### DIRECTIONS FOR THIS TASK
I would like each line of the data that holds the word "VesselCounts" copied out.

### RECORDS SHOWN
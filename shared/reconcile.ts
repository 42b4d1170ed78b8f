// Reconciliation of the vessels' firing counters with the firings recorded: the pure comparison behind
// `npm run reconcile`. Every recorded firing adds one to each counter in the transaction that records
// it; a routine service resets the service counter, a requalification resets both. So, for every vessel:
//   lifetime              = lifetime carried at registration + all firings recorded
//   since service         = firings recorded after the last record that reset it (routine or requalification),
//                           or, with no such record, the baseline carried at registration + all firings recorded
//   since requalification = the same with requalification records only.
// A reset sets the counter to the firings recorded after the record's performed-at time (server/utils/services.ts),
// so "after" means fired after that time.

/** What the database holds about one vessel, counted in one snapshot (scripts/reconcile.ts). */
export interface VesselCounts {
  id: string
  name: string
  firingsTotal: number
  firingsTotalAtRegistration: number
  firingsSinceService: number
  firingsSinceRequalification: number
  /** All firings recorded for the vessel. */
  firings: number
  /** The counters entered when the vessel was registered (its registration audit row), or null if unknown. */
  registered: { firingsSinceService: number, firingsSinceRequalification: number } | null
  /** The last record that reset the service counter (routine or requalification), with the firings after it. */
  lastServiceReset: { at: string, kind: string, firingsAfter: number } | null
  /** The last requalification that reset both counters, with the firings after it. */
  lastRequalificationReset: { at: string, firingsAfter: number } | null
  /** Passing service or requalification records loaded as history, which reset nothing (shown as a note). */
  historyRecords?: number
}

export type Counter = 'lifetime' | 'since-service' | 'since-requalification'

export interface CounterCheck {
  counter: Counter
  /** The counter on the vessel row. */
  recorded: number
  /** What the firings say it must be; null when it cannot be derived (then it is not compared). */
  expected: number | null
  basis: string
}

export interface VesselReconciliation {
  id: string
  name: string
  checks: CounterCheck[]
  mismatches: CounterCheck[]
  notes: string[]
}

export interface Reconciliation {
  vessels: VesselReconciliation[]
  mismatched: VesselReconciliation[]
  ok: boolean
}

const plural = (n: number, word: string) => `${n} ${word}${n === 1 ? '' : 's'}`

/** The three counter checks of one vessel and, where a counter cannot be derived, a note that says why. */
export function reconcileVessel(v: VesselCounts): VesselReconciliation {
  const notes: string[] = []
  const checks: CounterCheck[] = [{
    counter: 'lifetime',
    recorded: v.firingsTotal,
    expected: v.firingsTotalAtRegistration + v.firings,
    basis: `${v.firingsTotalAtRegistration} at registration + ${plural(v.firings, 'firing')} recorded`,
  }]

  if (v.lastServiceReset) {
    checks.push({ counter: 'since-service', recorded: v.firingsSinceService, expected: v.lastServiceReset.firingsAfter, basis: `${plural(v.lastServiceReset.firingsAfter, 'firing')} after the ${v.lastServiceReset.kind} of ${v.lastServiceReset.at}` })
  }
  else if (v.registered) {
    checks.push({ counter: 'since-service', recorded: v.firingsSinceService, expected: v.registered.firingsSinceService + v.firings, basis: `${v.registered.firingsSinceService} at registration + ${plural(v.firings, 'firing')} recorded` })
  }
  else {
    checks.push({ counter: 'since-service', recorded: v.firingsSinceService, expected: null, basis: 'no service record and no registration record' })
    notes.push('no service record and no registration record: the since-service counter carries an unknown baseline, so only the lifetime counter is compared')
  }

  if (v.lastRequalificationReset) {
    checks.push({ counter: 'since-requalification', recorded: v.firingsSinceRequalification, expected: v.lastRequalificationReset.firingsAfter, basis: `${plural(v.lastRequalificationReset.firingsAfter, 'firing')} after the requalification of ${v.lastRequalificationReset.at}` })
  }
  else if (v.registered) {
    checks.push({ counter: 'since-requalification', recorded: v.firingsSinceRequalification, expected: v.registered.firingsSinceRequalification + v.firings, basis: `${v.registered.firingsSinceRequalification} at registration + ${plural(v.firings, 'firing')} recorded` })
  }
  else {
    checks.push({ counter: 'since-requalification', recorded: v.firingsSinceRequalification, expected: null, basis: 'no requalification record and no registration record' })
    notes.push('no requalification record and no registration record: the since-requalification counter carries an unknown baseline, so only the lifetime counter is compared')
  }

  if (v.historyRecords) {
    notes.push(`${plural(v.historyRecords, 'service record')} loaded as history without resetting the counters (no counters in ${v.historyRecords === 1 ? 'its' : 'their'} audit row), so not counted as a reset`)
  }
  const mismatches = checks.filter(c => c.expected !== null && c.expected !== c.recorded)
  return { id: v.id, name: v.name, checks, mismatches, notes }
}

export function reconcile(vessels: VesselCounts[]): Reconciliation {
  const rows = vessels.map(reconcileVessel)
  const mismatched = rows.filter(r => r.mismatches.length > 0)
  return { vessels: rows, mismatched, ok: mismatched.length === 0 }
}

/** The report as the lab reads it: one line when all is well, else a table of every counter that disagrees. */
export function formatReconciliation(r: Reconciliation): string {
  const lines: string[] = []
  const noted = r.vessels.filter(v => v.notes.length)
  if (r.ok) {
    lines.push(`all ${plural(r.vessels.length, 'vessel')} reconcile: every counter equals the firings recorded`)
  }
  else {
    lines.push(`${plural(r.mismatched.length, 'vessel')} of ${r.vessels.length} ${r.mismatched.length === 1 ? 'does' : 'do'} not reconcile:`, '')
    const table = [['vessel', 'counter', 'recorded', 'expected', 'difference', 'expected from']]
    for (const v of r.mismatched) {
      for (const c of v.mismatches) table.push([v.name, c.counter, String(c.recorded), String(c.expected), `${c.recorded - c.expected! > 0 ? '+' : ''}${c.recorded - c.expected!}`, c.basis])
    }
    const widths = table[0]!.map((_, i) => Math.max(...table.map(row => row[i]!.length)))
    const numeric = new Set([2, 3, 4])
    for (const [i, row] of table.entries()) {
      lines.push(row.map((cell, j) => (numeric.has(j) && i > 0 ? cell.padStart(widths[j]!) : cell.padEnd(widths[j]!))).join('  ').trimEnd())
      if (i === 0) lines.push(widths.map(w => '─'.repeat(w)).join('  '))
    }
  }
  if (noted.length) {
    lines.push('', 'notes:')
    for (const v of noted) for (const n of v.notes) lines.push(`  ${v.name}: ${n}`)
  }
  return lines.join('\n')
}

### TASK SOLUTION
export interface VesselCounts {
export function reconcileVessel(v: VesselCounts): VesselReconciliation {
export function reconcile(vessels: VesselCounts[]): Reconciliation {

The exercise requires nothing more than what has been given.